The MIC was defined as the lowest concentration of metal that allowed no bacterial growth. For each metal and bacterial strain, at least three independent experiments were carried out. β-galactosidase assay Enzyme activities were measured from bacteria grown overnight in LB or in LB Stattic price supplemented with different metal salts (concentrations are specified in Results). β-galactosidase activity was assayed according to a previously described protocol [68]. Western blotting Cell lysates were prepared from bacteria grown overnight in LB or in LB supplemented with either 0.6 mM ZnSO4

or 0.15 mM FeSO4. Equal amounts of total protein (3 μg) were separated by Tricine-SDS-PA gel electrophoresis, followed by protein transfer to a nitrocellulose membrane. For Western blotting, the membranes were probed with ColR-specific polyclonal antibodies, followed by treatment SHP099 nmr with alkaline phosphatase-conjugated goat anti-rabbit immunoglobulin G. The blots

were developed using bromochloroindolyl phosphate/nitro blue tetrazolium (BCIP/NBT). Acknowledgments We are grateful to Hedvig Tamman, Andres Ainelo and Hanna Hõrak for critically reading the manuscript. We thank Külliki Holtsmann for assistance in the cloning and Peeter Hõrak and Riho Teras for advice in the statistical analysis. This work was supported by the grant 7829 from the Estonian Science Foundation, by Targeted Financing Project TLOMR0031 and by Institutional Abemaciclib mw Research grant IUT20-19.
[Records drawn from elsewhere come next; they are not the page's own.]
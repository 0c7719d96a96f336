import type { TriedWorker, TryContext } from "../../shared/planning/try-changes";
import type { PlanScope, TrySubject } from "../../shared/schemas/plan";
import { todayAt } from "../lib/calendar";
import { row, rows } from "../lib/db";
import { type Actor, findVisible, visible } from "../lib/policy";
import { Area } from "../models/site";
import { Job } from "../models/task";
import { Crew, Worker } from "../models/worker";
import { crewPolicy, programmePolicy, workerPolicy } from "../policies";
import { assignmentsOn, gridTasks, lastWearing } from "./day-grid";
import { fitsOf, offersAt, pairsOf } from "./register-offers";
import { settingsInForce } from "./site-settings";

/** Tried on at once. */
const MOST_WORKERS = 200;

/** What changes are tried for, as far as this actor may see it. @throws AppError not-found */
export async function scopeOf(
  actor: Actor,
  { scopeKind, scopeId }: PlanScope,
): Promise<{ id: string; name: string; siteId: string }> {
  switch (scopeKind) {
    case "worker":
      return findVisible(Worker, workerPolicy, scopeId, actor);
    case "job":
      return findVisible(Job, programmePolicy, scopeId, actor);
    case "area":
      return findVisible(Area, programmePolicy, scopeId, actor);
    case "crew":
      return findVisible(Crew, crewPolicy, scopeId, actor);
  }
}

const OF_SCOPE: Record<PlanScope["scopeKind"], string> = {
  worker: "w.id = :scopeId",
  job: "w.job_id = :scopeId",
  area: `EXISTS (SELECT 1 FROM job_tasks j JOIN tasks k ON k.id = j.task_id WHERE j.job_id = w.job_id AND k.area_id = :scopeId)`,
  crew: "EXISTS (SELECT 1 FROM crew_memberships m WHERE m.worker_id = w.id AND m.crew_id = :scopeId AND m.valid @> CAST(:date AS date))",
};

interface WorkerRow extends Omit<TriedWorker, "tasks" | "assignments" | "fits" | "lengthMin"> {
  nominal: { taskId: string; durationMin: number }[];
  usualLengthMin: number | null;
}

/**
 * The nominal days of a worker, a group, a crew or of all who work in an area, with what they wear and how long: what the Crew
 * sheet expects of today, or of the date `on`. A fixed number of statements.
 *
 * @throws AppError not-found; not-computed, where the site has no rules today
 */
export async function trySubject(
  actor: Actor,
  scope: PlanScope,
  on: string | null = null,
): Promise<TrySubject> {
  const subject = await scopeOf(actor, scope);
  const { siteId } = subject;
  const site = await row<{ name: string; timeZone: string }>(
    `SELECT name, time_zone AS "timeZone" FROM sites WHERE id = :siteId`,
    { siteId },
  );
  const date = on ?? todayAt(site?.timeZone ?? "UTC");
  const settings = await settingsInForce(siteId, date);
  const { governing } = settings;
  const found = await rows<WorkerRow>(
    `SELECT w.id, w.name, w.employee_number AS "employeeNumber", w.must_wear AS "mustWear", w.personal_target_db AS "personalTargetDb",
       coalesce((SELECT json_agg(json_build_object('taskId', j.task_id, 'durationMin', j.duration_min) ORDER BY j.position)
                 FROM job_tasks j WHERE j.job_id = w.job_id), '[]') AS nominal,
       (SELECT c.usual_length_min FROM crew_memberships m JOIN crews c ON c.id = m.crew_id WHERE m.worker_id = w.id AND m.valid @> CAST(:date AS date)
        ORDER BY m.is_loan, lower(m.valid) DESC LIMIT 1) AS "usualLengthMin"
     FROM workers w WHERE w.site_id = :siteId AND ${OF_SCOPE[scope.scopeKind]} AND w.hired_on <= CAST(:date AS date)
       AND (w.left_on IS NULL OR w.left_on >= CAST(:date AS date)) AND ${visible(workerPolicy, actor, "w")}
     ORDER BY w.name, w.id LIMIT ${MOST_WORKERS + 1}`,
    { siteId, scopeId: scope.scopeId, date },
  );
  const taken = found.slice(0, MOST_WORKERS);
  const withDay = taken.filter(({ nominal }) => nominal.length > 0);
  const ids = `{${withDay.map(({ id }) => id).join(",")}}`;
  const worn = await lastWearing(ids, date);
  const assignments = await assignmentsOn(ids, date);
  const fits = await fitsOf(
    withDay.map(({ id }) => id),
    date,
    governing.protection,
  );
  const singles = await offersAt(actor, siteId, date);
  const pairs = await pairsOf(singles, date);
  return {
    scope: { ...scope, name: subject.name, siteId, siteName: site?.name ?? "" },
    date,
    ruleSetKey: settings.governingRuleSet,
    ruleSetVersion: settings.ruleSetVersion,
    site: {
      wearFromDb: settings.wearFromDb,
      creditsActivePart: settings.creditsActivePart,
      usesUncertainty: settings.usesUncertainty,
    },
    tasks: await gridTasks(siteId, date),
    models: singles.map(({ inner }) => inner),
    pairs: pairs.flatMap(({ inner, outer, combinationBands }) =>
      outer && combinationBands
        ? [{ innerModelId: inner.modelId, outerModelId: outer.modelId, bands: combinationBands }]
        : [],
    ),
    workers: withDay.map(({ nominal, usualLengthMin, ...worker }) => ({
      ...worker,
      // As the Crew sheet expects it: a nominal day that is longer than the shift is the shift.
      lengthMin: Math.max(
        usualLengthMin ?? 0,
        nominal.reduce((sum, { durationMin }) => sum + durationMin, 0),
      ),
      tasks: nominal.map((task) => ({
        ...task,
        wornPct: worn.get(worker.id)?.[task.taskId] ?? null,
      })),
      assignments: assignments
        .filter(({ workerId }) => workerId === worker.id)
        .map(({ workerId: _, ...assignment }) => assignment),
      fits: [...(fits.get(worker.id) ?? [])].map(([modelId, { parDb }]) => ({ modelId, parDb })),
    })),
    withoutDay: taken
      .filter(({ nominal }) => nominal.length === 0)
      .map(({ id, name }) => ({ id, name })),
    hasMore: found.length > MOST_WORKERS,
  };
}

export const contextOf = ({ date, site, tasks, models, pairs }: TrySubject): TryContext => ({
  date,
  site,
  tasks,
  models,
  pairs,
});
Electronic supplementary material Additional file 1: Table S1: Bacterial strains and plasmids. (DOCX 56 KB) Additional file 2: Table S2: The oligonucleotides. (DOCX 22 KB) Additional file 3: Table S3: The oligonucleotide pairs used in two sequential PCRs for site-directed mutagenesis of colS. (DOCX 18 KB) References 1. Andreini C, Bertini I, Cavallaro G, Holliday GL, Thornton JM: Metal ions in biological catalysis: from enzyme databases to general principles. J Biol Inorg Chem 2008,13(8):1205–1218.CrossRef 2. Touati D: Iron and oxidative stress in bacteria. Arch Biochem Biophys 2000,373(1):1–6.PubMedCrossRef 3. Imlay JA: Iron-sulphur next clusters and the problem with oxygen. Mol Microbiol 2006,59(4):1073–1082.PubMedCrossRef 4. McDevitt CA, Ogunniyi AD, Valkov E, Lawrence MC, Kobe B, McEwan AG, Paton JC: A molecular mechanism for bacterial susceptibility to zinc. PLoS Pathog 2011,7(11):e1002357.PubMedCentralPubMedCrossRef 5. Outten CE, O’Halloran TV: Femtomolar sensitivity of metalloregulatory proteins controlling zinc homeostasis. Science 2001,292(5526):2488–2492.PubMedCrossRef 6. Changela A, Chen K, Xue Y, Holschen J, Outten CE, O’Halloran TV, Mondragon A: Molecular basis of metal-ion selectivity and zeptomolar sensitivity by CueR. Science 2003,301(5638):1383–1387.PubMedCrossRef 7. Nies DH: Efflux-mediated heavy metal resistance in prokaryotes. FEMS Microbiol Rev 2003,27(2–3):313–339.PubMedCrossRef 8.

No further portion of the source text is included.